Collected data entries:
□ □ □
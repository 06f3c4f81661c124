/**
 * Keeps a set of child processes running: one that dies is started again after a
 * back-off (1 s, 2 s, 4 s … up to 30 s; back to 1 s once it has run 60 s), while
 * the others keep serving. Every exit and restart is logged with the process's
 * name, its exit code or signal, and when it comes back. `stop()` ends them all
 * (SIGTERM, then SIGKILL after a grace period) and restarts nothing more.
 */
import { spawn, type ChildProcess, type SpawnOptions } from 'node:child_process';

export interface ChildSpec {
  name: string;
  command: string;
  args: string[];
}

export interface BackOff {
  firstSeconds: number;
  maxSeconds: number;
  /** A child that ran this long before dying counts as healthy: its back-off starts again. */
  stableSeconds: number;
}

export const DEFAULT_BACK_OFF: BackOff = { firstSeconds: 1, maxSeconds: 30, stableSeconds: 60 };

/** The wait before restart number `failures` (1, 2, …) in a row: first·2^(failures−1), capped. */
export function restartDelaySeconds(failures: number, b: BackOff = DEFAULT_BACK_OFF): number {
  return Math.min(b.maxSeconds, b.firstSeconds * 2 ** Math.max(0, failures - 1));
}

interface Slot {
  spec: ChildSpec;
  child: ChildProcess | null;
  startedAt: number;
  failures: number;
  restarts: number;
  timer: NodeJS.Timeout | null;
}

export interface ChildSupervisor {
  /** The live process of each child by name (null while it waits to restart). */
  pid(name: string): number | undefined;
  restarts(name: string): number;
  stop(graceMs?: number): Promise<void>;
}

export function superviseChildren(
  specs: ChildSpec[],
  opts: { spawnOptions?: SpawnOptions; backOff?: BackOff; log?: (line: string) => void } = {},
): ChildSupervisor {
  const backOff = opts.backOff ?? DEFAULT_BACK_OFF;
  const log = opts.log ?? ((line) => console.error(`[poleward] ${line}`));
  let stopping = false;
  const slots = specs.map<Slot>((spec) => ({ spec, child: null, startedAt: 0, failures: 0, restarts: 0, timer: null }));

  const launch = (slot: Slot) => {
    slot.timer = null;
    if (stopping) return;
    const child = spawn(slot.spec.command, slot.spec.args, { stdio: 'inherit', ...opts.spawnOptions });
    slot.child = child;
    slot.startedAt = Date.now();
    child.on('error', (err) => log(`${slot.spec.name} could not start: ${err.message}`));
    child.on('exit', (code, signal) => {
      slot.child = null;
      if (stopping) return;
      const ranSeconds = (Date.now() - slot.startedAt) / 1000;
      slot.failures = ranSeconds >= backOff.stableSeconds ? 1 : slot.failures + 1;
      const delay = restartDelaySeconds(slot.failures, backOff);
      slot.restarts++;
      log(
        `${slot.spec.name} (pid ${child.pid}) stopped (${signal ? `signal ${signal}` : `exit code ${code}`}) after ${ranSeconds.toFixed(1)} s; ` +
          `restarting in ${delay} s (restart ${slot.restarts}); the other processes keep serving`,
      );
      slot.timer = setTimeout(() => launch(slot), delay * 1000);
    });
  };
  for (const slot of slots) launch(slot);

  return {
    pid: (name) => slots.find((s) => s.spec.name === name)?.child?.pid,
    restarts: (name) => slots.find((s) => s.spec.name === name)?.restarts ?? 0,
    async stop(graceMs = 1500) {
      if (stopping) return;
      stopping = true;
      const alive = slots.filter((s) => s.child && s.child.exitCode === null && s.child.signalCode === null);
      for (const s of slots) if (s.timer) clearTimeout(s.timer);
      const exits = alive.map((s) => new Promise((r) => s.child!.once('exit', r)));
      for (const s of alive) s.child!.kill('SIGTERM');
      const all = Promise.all(exits);
      const timedOut = await Promise.race([all.then(() => false), new Promise<boolean>((r) => setTimeout(() => r(true), graceMs))]);
      if (timedOut) {
        for (const s of alive) if (s.child && s.child.exitCode === null) s.child.kill('SIGKILL');
        await all;
      }
    },
  };
}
□ □ □
§ ABOUT THIS EXERCISE
Copy the records above, keeping every word the same.

§ TASK ANSWER
repository 06f3c4f81661c124
/**
 * Keeps a set of child processes running: one that dies is started again after a
 * back-off (1 s, 2 s, 4 s … up to 30 s; back to 1 s once it has run 60 s), while
 * the others keep serving. Every exit and restart is logged with the process's
 * name, its exit code or signal, and when it comes back. `stop()` ends them all
 * (SIGTERM, then SIGKILL after a grace period) and restarts nothing more.
 */
import { spawn, type ChildProcess, type SpawnOptions } from 'node:child_process';

export interface ChildSpec {
  name: string;
  command: string;
  args: string[];
}

export interface BackOff {
  firstSeconds: number;
  maxSeconds: number;
  /** A child that ran this long before dying counts as healthy: its back-off starts again. */
  stableSeconds: number;
}

export const DEFAULT_BACK_OFF: BackOff = { firstSeconds: 1, maxSeconds: 30, stableSeconds: 60 };

/** The wait before restart number `failures` (1, 2, …) in a row: first·2^(failures−1), capped. */
export function restartDelaySeconds(failures: number, b: BackOff = DEFAULT_BACK_OFF): number {
  return Math.min(b.maxSeconds, b.firstSeconds * 2 ** Math.max(0, failures - 1));
}

interface Slot {
  spec: ChildSpec;
  child: ChildProcess | null;
  startedAt: number;
  failures: number;
  restarts: number;
  timer: NodeJS.Timeout | null;
}

export interface ChildSupervisor {
  /** The live process of each child by name (null while it waits to restart). */
  pid(name: string): number | undefined;
  restarts(name: string): number;
  stop(graceMs?: number): Promise<void>;
}

export function superviseChildren(
  specs: ChildSpec[],
  opts: { spawnOptions?: SpawnOptions; backOff?: BackOff; log?: (line: string) => void } = {},
): ChildSupervisor {
  const backOff = opts.backOff ?? DEFAULT_BACK_OFF;
  const log = opts.log ?? ((line) => console.error(`[poleward] ${line}`));
  let stopping = false;
  const slots = specs.map<Slot>((spec) => ({ spec, child: null, startedAt: 0, failures: 0, restarts: 0, timer: null }));

  const launch = (slot: Slot) => {
    slot.timer = null;
    if (stopping) return;
    const child = spawn(slot.spec.command, slot.spec.args, { stdio: 'inherit', ...opts.spawnOptions });
    slot.child = child;
    slot.startedAt = Date.now();
    child.on('error', (err) => log(`${slot.spec.name} could not start: ${err.message}`));
    child.on('exit', (code, signal) => {
      slot.child = null;
      if (stopping) return;
      const ranSeconds = (Date.now() - slot.startedAt) / 1000;
      slot.failures = ranSeconds >= backOff.stableSeconds ? 1 : slot.failures + 1;
      const delay = restartDelaySeconds(slot.failures, backOff);
      slot.restarts++;
      log(
        `${slot.spec.name} (pid ${child.pid}) stopped (${signal ? `signal ${signal}` : `exit code ${code}`}) after ${ranSeconds.toFixed(1)} s; ` +
          `restarting in ${delay} s (restart ${slot.restarts}); the other processes keep serving`,
      );
      slot.timer = setTimeout(() => launch(slot), delay * 1000);
    });
  };
  for (const slot of slots) launch(slot);

  return {
    pid: (name) => slots.find((s) => s.spec.name === name)?.child?.pid,
    restarts: (name) => slots.find((s) => s.spec.name === name)?.restarts ?? 0,
    async stop(graceMs = 1500) {
      if (stopping) return;
      stopping = true;
      const alive = slots.filter((s) => s.child && s.child.exitCode === null && s.child.signalCode === null);
      for (const s of slots) if (s.timer) clearTimeout(s.timer);
      const exits = alive.map((s) => new Promise((r) => s.child!.once('exit', r)));
      for (const s of alive) s.child!.kill('SIGTERM');
      const all = Promise.all(exits);
      const timedOut = await Promise.race([all.then(() => false), new Promise<boolean>((r) => setTimeout(() => r(true), graceMs))]);
      if (timedOut) {
        for (const s of alive) if (s.child && s.child.exitCode === null) s.child.kill('SIGKILL');
        await all;
      }
    },
  };
}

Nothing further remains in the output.